A common use case our customers have for Open Policy Agent (OPA) is access control. The problem of access control is generally broken down into two parts, authentication and authorization. Authentication is about making sure we can trust someone’s stated identity, authorization is making decisions about who can do what. After users or workloads have a means of authenticating themselves, OPA steps in; as a general purpose policy engine, OPA is well suited to the authorization decision part of the access control problem.

Role-based Access Control (RBAC) has grown from a system design in the early 1990s into the loosely role-based patterns we see today. Tailscale’s excellent post ‘RBAC like it was meant to be’ covers this evolution in more detail. At a high level, RBAC is typically used to describe access control systems where subjects (users, workloads etc.) — often as members of groups — are granted access to perform operations on resources based on their granted permissions (roles & role bindings). For example, encoding requirements such as: “Only the HR team are permitted to update the document. Other employees may only read.” is trivial to implement in an RBAC system.

RBAC is everywhere, so much so that it’s hard to find a business or organization where users don’t interact with an RBAC system in some way. If you’ve granted your team viewer access on a document you’re writing; been automatically pinged for a code review because you’re a code owner; or been unable to update your own salary in the employee database chances are you’ve interacted with an RBAC system.
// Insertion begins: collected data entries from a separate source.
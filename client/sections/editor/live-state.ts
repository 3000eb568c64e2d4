import { createContext, useContext } from 'react';
import { type EditorState } from './editor-state.ts';

/**
 * The state of the editor as it is now, also in the middle of a drag. Only what must follow every move of the pointer
 * takes it from here; everything else is given what the last finished step left, and is left alone by a drag.
 */
export const LiveState = createContext<EditorState | null>(null);

/** The state as it is now. Throws outside of an editor. */
export function useLiveState(): EditorState {
  const state = useContext(LiveState);
  if (state === null) throw new Error('There is no editor around this part.');
  return state;
}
In 2023, the original RBAC design still makes for a great starting point when designing an access control system. With OPA now commonly taking up a central role in access control, we need a way to represent an RBAC system in OPA. Whether you’re migrating an existing RBAC system to OPA or building a new one from scratch, this post should provide you with some pointers to get started with implementing RBAC with OPA. If you’ve ever used Styra DAS Entitlements, some of these ideas ought to be familiar as we follow a similar model here.

An authorization request in RBAC asks if a user can perform an action based on their permissions. 
In the following example, Alice is trying to read the company’s Annual Leave Policy document (d0001). This represents what the authorization request sent to OPA would look like:

{
    "subject": "alice@example.com",
    "action": "read",
    "resource": "d0001"
}

To answer this query—i.e. for OPA to make an allow/deny decision—it needs data on subjects, roles, permissions and role bindings. Let’s see how we can represent the data needed to answer such queries in OPA. Starting with subjects, the actors in our system.
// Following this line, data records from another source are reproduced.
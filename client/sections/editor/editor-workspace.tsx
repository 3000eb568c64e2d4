import { memo, useReducer } from 'react';
import { describeShape } from '#geometry/shapes/shape.ts';
import { useUnits } from '#client/app/units.ts';
import { PrintedSheet } from '#client/drawing/static-sheet.tsx';
import { EditorDialogs } from './editor-dialogs.tsx';
import { EditorFrame } from './editor-frame.tsx';
import { EditorHeader } from './editor-header.tsx';
import { reduceEditor, startState } from './editor-state.ts';
import { ghostOf } from './ghost.ts';
import { LiveState } from './live-state.ts';
import { OpenedNote } from './opened-note.tsx';
import { SectionVersions } from './section-versions.tsx';
import { SheetStage } from './sheet-stage.tsx';
import { SideColumn } from './side-column.tsx';
import {
  type SettledState,
  useWorkspace,
  useWorkspaceActions,
  type WorkspaceStart,
} from './use-workspace.ts';

/** The editor of one section for those who may write. */
export function EditorWorkspace(props: WorkspaceStart) {
  const [state, dispatch] = useReducer(reduceEditor, null, () => startState(props.start, props.base.number));
  return (
    <LiveState value={state}>
      <Workspace
        {...props}
        settled={state.drag ? state.drag.start : state.present}
        basedOn={state.basedOn}
        canUndo={state.past.length > 0}
        canRedo={state.future.length > 0}
        dispatch={dispatch}
      />
    </LiveState>
  );
}

const Workspace = memo(function Workspace(props: WorkspaceStart & SettledState) {
  const { section, from, settled, basedOn, canUndo, canRedo, dispatch } = props;
  const workspace = useWorkspace(props);
  const actions = useWorkspaceActions(dispatch, workspace);
  const { settings, setSettings, dirty, title, ghost } = workspace;
  return (
    <EditorFrame
      title={section.name}
      header={
        <EditorHeader
          {...{ dirty, basedOn, canUndo, canRedo }}
          sectionId={section.id}
          name={section.name}
          description={describeShape(settled.shape)}
          nextNumber={workspace.nextNumber}
          keeper={workspace.keeping}
          onUndo={actions.undo}
          onRedo={actions.redo}
          onExport={actions.openExport}
          onSave={actions.save}
        />
      }
      note={from === 'browser' && <OpenedNote />}
      stage={
        <SheetStage
          {...{ dispatch, settings, title, ghost }}
          onSettings={setSettings}
          enabled
          onSave={actions.save}
        />
      }
      strip={
        <SectionVersions
          {...{ dirty, dispatch, basedOn }}
          sectionId={section.id}
          shape={settled.shape}
          ghost={settings.ghost}
          onSettings={setSettings}
        />
      }
      side={<SideColumn {...{ settings, dispatch }} onSettings={setSettings} enabled />}
      print={
        <PrintedSheet {...settled} title={title} ghost={ghostOf(ghost, settings.ghost)} units={useUnits()} />
      }
    >
      <EditorDialogs
        {...workspace}
        present={settled}
        exporting={actions.exporting}
        onExportClose={actions.closeExport}
      />
    </EditorFrame>
  );
});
Subjects are often human users. Information about human users from our identity provider might look something like this:

{
  "users": [
    {
      "email": "alice@example.com",
      "id": "u0001",
      "name": "Alice"
    }
  ]
}

Typically user subject information used in an OPA RBAC system will come from another database or service such as Okta. One consideration is making sure that there is some way to link authentication subject data used in authorization requests with subject records. For example, the authentication system might provide a signed token containing the email address rather than the user’s ID.
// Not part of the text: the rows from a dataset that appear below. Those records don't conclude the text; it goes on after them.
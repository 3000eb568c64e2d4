import { z } from 'zod';
import { type Draft, draftInputSchema } from '#server/contracts/sections.ts';
import { type DraftInput } from '#client/api/sections.ts';
import { sameShape } from './present.ts';

const mirroredSchema = draftInputSchema.extend({ at: z.number() });
type MirroredDraft = z.infer<typeof mirroredSchema>;

/** The copy in the browser of work that the server does not have yet, one for each person and thing. */
export interface Mirror<Draft, Kept> {
  read(): Kept | null;
  write(draft: Draft, at: number): void;
  clear(): void;
}
export type DraftMirror = Mirror<DraftInput, MirroredDraft>;

type Store = Pick<Storage, 'getItem' | 'setItem' | 'removeItem'>;

/** The mirror of a person's work on a section. */
export function draftMirror(store: Store, personId: string, sectionId: string): DraftMirror {
  return mirrorIn(store, `ribwright.draft.${personId}.${sectionId}`, mirroredSchema);
}

/** A full or forbidden store is no reason to stop: the server keeps the draft too. */
export function mirrorIn<Draft extends object, Kept>(
  store: Store,
  key: string,
  schema: z.ZodType<Kept>,
): Mirror<Draft, Kept> {
  return {
    read: () => attempt(() => parse(store.getItem(key), schema)),
    write: (draft, at) => {
      attempt(() => {
        store.setItem(key, JSON.stringify({ ...draft, at }));
      });
    },
    clear: () => {
      attempt(() => {
        store.removeItem(key);
      });
    },
  };
}

function attempt<Result>(action: () => Result): Result | null {
  try {
    return action();
  } catch {
    return null;
  }
}

function parse<Kept>(text: string | null, schema: z.ZodType<Kept>): Kept | null {
  if (text === null) return null;
  const read = schema.safeParse(JSON.parse(text));
  return read.success ? read.data : null;
}

export type ChosenDraft =
  | { readonly from: 'server' | 'browser'; readonly draft: DraftInput }
  | { readonly from: 'none'; readonly draft: null };

/**
 * Which unsaved work to open: the newer of the server's draft and the copy in this browser. A copy is there only
 * when the server had not confirmed it.
 */
export function chooseDraft(server: Draft | null, copy: MirroredDraft | null): ChosenDraft {
  if (copy === null)
    return server ? { from: 'server', draft: inputOf(server) } : { from: 'none', draft: null };
  if (server === null) return { from: 'browser', draft: inputOf(copy) };
  const same =
    server.basedOn === copy.basedOn && server.chordMm === copy.chordMm && sameShape(server.shape, copy.shape);
  if (same || Date.parse(server.updatedAt) >= copy.at) return { from: 'server', draft: inputOf(server) };
  return { from: 'browser', draft: inputOf(copy) };
}

function inputOf({ basedOn, shape, chordMm }: DraftInput): DraftInput {
  return { basedOn, shape, chordMm };
}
We know that Alice is interested in reading this document, however we currently have no data about permissions to determine if this is allowed. In an RBAC system, permissions are granted to roles so let’s create one of those first. Since roles are collections of related permissions we might find them represented like this:

{
  "roles": [
    {
      "name": "d0001-reader",
      "permissions": [
        {
          "action": "read",
          "resource": "d0001"
        }
      ]
    }
  ]
}

Similar to our list of subjects, role data is often sourced from another service. Making the mapping between your role datastore and OPA is homework.

With the information we have so far, we know the following:

What we need now is some way of associating Alice with the role so that the request can be granted.

Let’s imagine that d0001 is the company’s annual leave policy and that all employees can read this document. Let’s also imagine that we have another dataset at our disposal, a list of groups of employees and their members. While this likely comes from an external service or database again, the data is likely conceptually similar to this:

{
  "groups": {
    "all-employees": [
      "u0001"
    ]
  }
}

This simply defines that u0001, who we know to be Alice, is a member of the all-employees group.

Now all we need is a final piece of information. We need to know which users and groups have which permissions. We might represent this ‘role binding’ information in the following way:

{
  "role_bindings": {
    "all-employees": [
      "d0001-reader"
    ]
  }
}

At last, we have all the data we need to make the decision. We know who wants to do what, what groups they’re in and what permissions they have on the resources in question. Now it’s time to think about what the OPA policy for such a decision might look like. This exercise will help us determine an efficient structure for the above raw data too. In an ideal world, we’d do a lookup based on the input data we have and provide the result.

The data we have is:

So our ideal policy would be as simple as this:

default allow := false

allow if data.permissions[input.subject][input.action][input.resource]

This will deny all requests other than ones where we have a match for the input criteria. We’re missing something though, what is permissions? Permissions is the data that OPA is going to be using in our allow rule to make decisions. It’s our job to go from the raw data above into a structure like this which OPA can efficiently query.

{
  "permissions": {
    "alice@example.com": {
      "read": {
        "d0001": true
      }
    }
  }
}

In order to generate this, we’d need to do some processing in order to create a list of subjects and their permissions for each resource. You might also notice that the roles and groups are absent from the data in this format. We’ve used that raw data to create a simplified list of users and their permissions.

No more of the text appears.